# Zander rezept gesucht!!!!



## troutking1 (22. Juli 2013)

Hallo Leute,

da ich letzten Wochenende ein Zander gefangen habe, bräuchte ich paar Rezepte, wie man einen Zander am besten Zubereiten kann!! 

Ich würde mich um Zahlreiche Rezepte sehr freuen!

Gruß
trout
:m


----------



## n1c0 (22. Juli 2013)

*AW: Zander rezept gesucht!!!!*

Google spuckt doch sicherlich ne Menge Rezepte aus.

Aber ich verzehre meinen Zander am liebsten ohne viel Schnick-Schnack, da er ja schon so ein sehr schmackhaftes Fleisch hat.

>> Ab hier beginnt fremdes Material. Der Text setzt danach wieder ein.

def _tables_page(tables, size):
    fig = _text_page("Minimum n for each tolerance", size)
    note = (
        "The smallest N such that the worst-case error is within the tolerance at every "
        "integer n ≥ N (checked or bounded at every integer; see Definitions). "
        f"'> N': the error at the atlas's end, n = {tables[0].n_max:,}, exceeds the tolerance."
    )
    marks = {note for table in tables for note in table.notes()[2:]}
    if marks:
        note += " " + " ".join(sorted(marks))
    fig.text(0.04, 0.905, _wrap(note, 9, size[0]), fontsize=9, va="top", linespacing=1.35)
    cols = 2 if len(tables) > 1 else 1
    per_col = math.ceil(len(tables) / cols)
    width = (0.92 - 0.04 * (cols - 1)) / cols
    slot = 0.70 / per_col
    for k, table in enumerate(tables):
        col, row = k % cols, k // cols
        header, rows = table.to_rows()
        height = min(slot - 0.07, 0.034 * (len(rows) + 1))
        top = 0.80 - row * slot
        rect = (0.04 + col * (width + 0.04), top - height, width, height)
        _draw_table(fig, rect, header, rows, title=f"{table.method}, {table.metric} error",
                    col_widths=[0.14] + [0.86 / len(table.tols)] * len(table.tols))  # fmt: skip
    return fig


def _audit_pages(audit, size, per_page=22):
    header = audit.header()
    rows = audit.to_rows()
    shares = len(audit.tols)
    widths = [0.2, 0.13, 0.075, 0.075, 0.09, 0.09, 0.1] + [0.24 / shares] * shares
    pages = []
    for start in range(0, max(len(rows), 1), per_page):
        chunk = rows[start : start + per_page]
        fig = _text_page("Rules of thumb: the worst error each admits"
                         + (" (continued)" if start else ""), size)  # fmt: skip
        fig.text(0.04, 0.905, _wrap(" ".join(audit.notes()), 9, size[0]), fontsize=9, va="top",
                 linespacing=1.35)  # fmt: skip
        height = min(0.70, 0.03 * (len(chunk) + 1))
        _draw_table(fig, (0.04, 0.80 - height, 0.92, height), header, chunk, col_widths=widths,
                    text_columns=3)  # fmt: skip
        pages.append(fig)
    return pages


def _definitions_pages(ds, where, size):
    flow = _Flow("Definitions", size)
    for term, text in DEFINITIONS:
        flow.para(text, left=0.2, term=term)
    flow.y -= 0.01
    flow.para("The methods", size=11, weight="bold")
    for method in figures.atlas_methods(ds):
        label = METHOD_LABELS.get(method, "")
        formula = cube.METHOD_DESCRIPTIONS.get(method, "")
        flow.para(f"{label}; G(k) = {formula}", left=0.2, term=method, size=9, gap=0.006)
    pages = flow.pages
    flow = _Flow("Provenance and caution", size)
    flow.para("The atlas these pages were drawn from (its NetCDF global attributes):", size=9.5)
    entries = [("file", where)] + [(k, str(v)) for k, v in ds.attrs.items()
                                   if k not in ("comment", *cube.FORMAT_ATTRIBUTES)]  # fmt: skip
    for key, value in entries:  # every value whole, wrapped: none is cut short
        flow.para(value, left=0.2, term=key, size=8, mono=True, gap=0.008)
    flow.y -= 0.02
    flow.para(cube.CAUTION, left=0.2, term="Caution", size=10, color="#8B0000", gid="caution")
    return pages + flow.pages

Sprich etwas Salz und Pfeffer dran, wer's mag etwas Zitrone und ab damit in die Pfanne


----------



## troutking1 (23. Juli 2013)

*AW: Zander rezept gesucht!!!!*



n1c0 schrieb:


> Google spuckt doch sicherlich ne Menge Rezepte aus.
> 
> Aber ich verzehre meinen Zander am liebsten ohne viel Schnick-Schnack, da er ja schon so ein sehr schmackhaftes Fleisch hat.
> 
> Sprich etwas Salz und Pfeffer dran, wer's mag etwas Zitrone und ab damit in die Pfanne




Ist ja nicht sehr hilfreich....
 #c


----------



## n1c0 (23. Juli 2013)

*AW: Zander rezept gesucht!!!!*



troutking1 schrieb:


> Ist ja nicht sehr hilfreich....
> #c



Wenn du dich mal der Suche im Rezept Forum bemüht hättest, dann wäre man auch zu genüge fündig geworden:
http://www.anglerboard.de/board/search.php?searchid=12515126

Google spuckt auch ne Menge Zander Rezepte aus:
http://bit.ly/19fgk6m

Oder einfach mal bei Chefkoch nach Bewertung sortieren, das ist oft ganz brauchbar: http://www.chefkoch.de/rs/s0o8/zander/Rezepte.html

Kann doch so schwer nicht sein, dauert jedenfalls nicht so lange wie nen Thread zu erstellen den es schon zig mal gibt


----------